NY Archdiocese Prays for Repose of Attempted Arsonist After Suicide
Marc Lamparello had tried to enter St. Patrick’s Cathedral in April 2019 with four gallons of gasoline, two cans of lighter fluid, and two lighters, but was stopped by security and then arrested.
NEW YORK, N.Y. — The Archdiocese of New York has offered prayer for the repose of the soul of Marc Lamparello, who committed suicide earlier this month.
Lamparello had tried to enter St. Patrick’s Cathedral in April 2019 with four gallons of gasoline, two cans of lighter fluid, and two lighters, but was stopped by security and then arrested. He was charged with attempted arson.

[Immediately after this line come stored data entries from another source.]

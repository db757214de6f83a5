"""Geodesics on WGS 84 against GeographicLib and Karney (2013)."""

from __future__ import annotations

import numpy as np
import pytest
from geographiclib.geodesic import Geodesic

from driftloop import geodesy

WGS84 = Geodesic.WGS84

# Karney (2013), "Algorithms for geodesics", J. Geodesy 87, 43-55, worked
# example of the direct problem: phi1 = 40 deg, alpha1 = 30 deg,
# s12 = 10 000 km.  The expected values below were recalled from memory and
# then checked against GeographicLib 2.1 (Geodesic.WGS84.Direct), which
# agrees with them to all the digits given (1e-11 deg).
KARNEY_LAT2 = 41.79331020506
KARNEY_LON12 = 137.84490004377
KARNEY_AZI2 = 149.09016931807


def test_direct_matches_karney_worked_example():
    end = geodesy.forward(0.0, 40.0, 30.0, 10_000e3)
    assert float(end.lat_deg) == pytest.approx(KARNEY_LAT2, abs=1e-10)
    assert float(end.lon_deg) == pytest.approx(KARNEY_LON12, abs=1e-10)
    assert float(end.azimuth2_deg) == pytest.approx(KARNEY_AZI2, abs=1e-10)
    reference = WGS84.Direct(40.0, 0.0, 30.0, 10_000e3)
    assert reference["lat2"] == pytest.approx(KARNEY_LAT2, abs=1e-11)
    assert reference["lon2"] == pytest.approx(KARNEY_LON12, abs=1e-11)
    assert reference["azi2"] == pytest.approx(KARNEY_AZI2, abs=1e-11)


def test_inverse_of_the_worked_example_returns_its_inputs():
    result = geodesy.inverse(0.0, 40.0, KARNEY_LON12, KARNEY_LAT2)
    # 1e-11 deg of rounding in the end point is ~1 mm of distance
    assert float(result.distance_m) == pytest.approx(10_000e3, abs=5e-3)
    assert float(result.azimuth1_deg) == pytest.approx(30.0, abs=1e-9)
    assert float(result.azimuth2_deg) == pytest.approx(KARNEY_AZI2, abs=1e-9)


def test_inverse_agrees_with_geographiclib_on_random_pairs():
    rng = np.random.default_rng(42)
    n = 200
    lat1 = rng.uniform(-89, 89, n)
    lat2 = rng.uniform(-89, 89, n)
    lon1 = rng.uniform(-180, 180, n)
    lon2 = rng.uniform(-180, 180, n)
    result = geodesy.inverse(lon1, lat1, lon2, lat2)
    for k in range(n):
        ref = WGS84.Inverse(lat1[k], lon1[k], lat2[k], lon2[k])
        # PROJ and GeographicLib implement the same algorithm: agreement to
        # well below the 15 nm accuracy quoted by Karney (2013), here 1e-6 m
        assert result.distance_m[k] == pytest.approx(ref["s12"], abs=1e-6)
        assert _angle_diff(result.azimuth1_deg[k], ref["azi1"]) < 1e-9
        assert _angle_diff(result.azimuth2_deg[k], ref["azi2"]) < 1e-9


def test_forward_agrees_with_geographiclib():
    rng = np.random.default_rng(7)
    n = 100
    lat = rng.uniform(-85, 85, n)
    lon = rng.uniform(-180, 180, n)
    azi = rng.uniform(-180, 180, n)
    dist = rng.uniform(0, 15_000e3, n)
    end = geodesy.forward(lon, lat, azi, dist)
    for k in range(n):
        ref = WGS84.Direct(lat[k], lon[k], azi[k], dist[k])
        assert end.lat_deg[k] == pytest.approx(ref["lat2"], abs=1e-9)
        assert _angle_diff(end.lon_deg[k], ref["lon2"]) < 1e-9
        assert _angle_diff(end.azimuth2_deg[k], ref["azi2"]) < 1e-9


def test_nearly_antipodal_inverse_converges():
    # Vincenty's iteration fails near antipodes; Karney's algorithm does not.
    result = geodesy.inverse(0.0, 0.5, 179.7, -0.5)
    ref = WGS84.Inverse(0.5, 0.0, -0.5, 179.7)
    assert np.isfinite(result.distance_m)
    assert float(result.distance_m) == pytest.approx(ref["s12"], abs=1e-6)


def test_antimeridian_leg_is_short():
    # 0.2 deg of longitude across 180 at the equator, not 359.8 deg
    result = geodesy.inverse(179.9, 0.0, -179.9, 0.0)
    ref = WGS84.Inverse(0.0, 179.9, 0.0, -179.9)
    assert float(result.distance_m) == pytest.approx(ref["s12"], abs=1e-6)
    assert float(result.distance_m) == pytest.approx(22_263.898, abs=1e-3)
    assert float(result.azimuth1_deg) == pytest.approx(90.0, abs=1e-9)
    legs = geodesy.leg_distances([179.95, -179.95, 180.0 - 360.0 + 0.1], [10.0, 10.0, 10.0])
    assert np.all(legs < 12e3)


def test_longitude_convention_does_not_matter():
    a = geodesy.inverse(-10.0, 50.0, 20.0, 55.0)
    b = geodesy.inverse(350.0, 50.0, 380.0, 55.0)
    np.testing.assert_allclose(a.distance_m, b.distance_m, rtol=0, atol=1e-6)
    np.testing.assert_allclose(a.azimuth1_deg, b.azimuth1_deg, rtol=0, atol=1e-9)


def test_forward_then_inverse_round_trip():
    lon = np.array([-179.5, 0.0, 120.0])
    lat = np.array([-60.0, 0.0, 45.0])
    end = geodesy.forward(lon, lat, np.array([45.0, -90.0, 170.0]), np.array([1e3, 5e5, 7e6]))
    back = geodesy.inverse(lon, lat, end.lon_deg, end.lat_deg)
    np.testing.assert_allclose(back.distance_m, [1e3, 5e5, 7e6], rtol=0, atol=1e-6)
    np.testing.assert_allclose(back.azimuth1_deg, [45.0, -90.0, 170.0], rtol=0, atol=1e-9)
    np.testing.assert_allclose(back.azimuth2_deg, end.azimuth2_deg, rtol=0, atol=1e-9)


@pytest.mark.parametrize("shape", [(), (5,), (2, 3)])
def test_vectorised_shapes(shape):
    lon1 = np.full(shape, 10.0)
    lat2 = np.full(shape, 1.0)
    result = geodesy.inverse(lon1, 0.0, 10.0, lat2)
    assert isinstance(result, geodesy.InverseResult)
    for part in result:
        assert isinstance(part, np.ndarray)
        assert part.shape == shape
    np.testing.assert_allclose(result.distance_m, WGS84.Inverse(0, 10, 1, 10)["s12"], atol=1e-6)
    end = geodesy.forward(lon1, 0.0, 0.0, 1000.0)
    assert isinstance(end, geodesy.ForwardResult)
    assert all(part.shape == shape for part in end)


def test_broadcasting_one_point_against_many():
    lats = np.linspace(-80, 80, 9)
    result = geodesy.inverse(0.0, 0.0, 0.0, lats)
    assert result.distance_m.shape == (9,)
    assert result.distance_m[4] == 0.0
    np.testing.assert_allclose(result.distance_m[::-1], result.distance_m, rtol=1e-12)


def test_nan_propagates():
    result = geodesy.inverse([0.0, np.nan], [0.0, 0.0], [1.0, 1.0], [0.0, 0.0])
    assert np.isfinite(result.distance_m[0])
    assert np.isnan(result.distance_m[1])


def test_leg_distances():
    lon = np.array([0.0, 0.1, 0.1, -0.2])
    lat = np.array([0.0, 0.0, 0.3, 0.3])
    legs = geodesy.leg_distances(lon, lat)
    expected = [WGS84.Inverse(lat[k], lon[k], lat[k + 1], lon[k + 1])["s12"] for k in range(3)]
    np.testing.assert_allclose(legs, expected, rtol=0, atol=1e-6)
    assert geodesy.leg_distances([1.0], [2.0]).shape == (0,)
    assert geodesy.leg_distances([], []).shape == (0,)
    with pytest.raises(ValueError, match="1-D"):
        geodesy.leg_distances(np.zeros((2, 2)), np.zeros((2, 2)))
    with pytest.raises(ValueError, match="shapes"):
        geodesy.leg_distances([0.0, 1.0], [0.0])


def _angle_diff(a: float, b: float) -> float:
    return abs((a - b + 180.0) % 360.0 - 180.0)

“Every suicide is a tragedy. We pray for the consolation of his family and loved ones, and entrust his soul to the infinite love and mercy of God. May he rest in peace,” Joseph Zwilling, director of communications for the New York archdiocese, told CNA.
After his early release from prison, Lamparello was unable to receive psychiatric treatment at a hospital in New Jersey because the coronavirus pandemic had disrupted the mental health system. The month without treatment was a critical time, his family said.
“The hospital dropped the ball tremendously,” said his mother Dolores Lamparello, according to the New York Post. “They did nothing. My son went a whole month without any treatment whatsoever. They cost my son his life.”
Donnalee Corrieri, a spokeswoman for Bergen New Bridge Medical Center, defended the hospital and the care it provided for Lamparello. She said the hospital followed protocol and emphasized the anxiety caused by the pandemic.
“The stress of something as significant as this pandemic will undoubtedly have far-reaching mental health impacts,” said Corrieri, according to the New York Times. “His interactions with our facility and the treatment we provided followed our protocols.”
A judge ordered Lamparello’s release from Rikers Island March 20 to help stop the spread of coronavirus in prisons. Prior to his three-month stint in jail, he was treated at a psychiatric hospital in upstate New York.
Lamparello had been diagnosed with schizophrenia a month before his arrest and, following his release, was ordered to participate in an outpatient program at Bergen.
A week after his release, his mother dropped him off for his first daily outpatient session, which was expected to last about six hours. However, the hospital demanded that he quarantine for two weeks, and he came home two hours later.
“He was told he had to quarantine for two weeks and was later dropped as a patient without explanation,” she said, according to the New York Post.
His caseworker and family unsuccessfully attempted to reinstate Lamparello into the program. Even after he completed quarantine April 9, the hospital again rejected him without explanation.
Dolores said her son was distraught from the lack of structure. “Mom, I need structure,” he told her, according to the mom, the New York Post reported. “I can’t do nothing.”
After he was rejected the second time, Lamparello was caught trying to jump off the George Washington Bridge, when he was stopped by the police. He was then taken to Bergen, where he was committed to a psychiatric ward for four days and the dosage to his antipsychotic medication was lowered.
He jumped off the Verrazzano-Narrows Bridge April 17, and his corpse was found that afternoon in New York Harbor.
He had been reinstated into the outpatient program, with telepsychology sessions scheduled to begin April 20 through Zoom. However, according to this family, it was too late and three weeks without mental care was detrimental to his condition.
“He was failed,” said Lee Nelms, Lamparello’s sister, according to the New York Times. “My brother was a victim not only of his mental illness but also the mental health system.”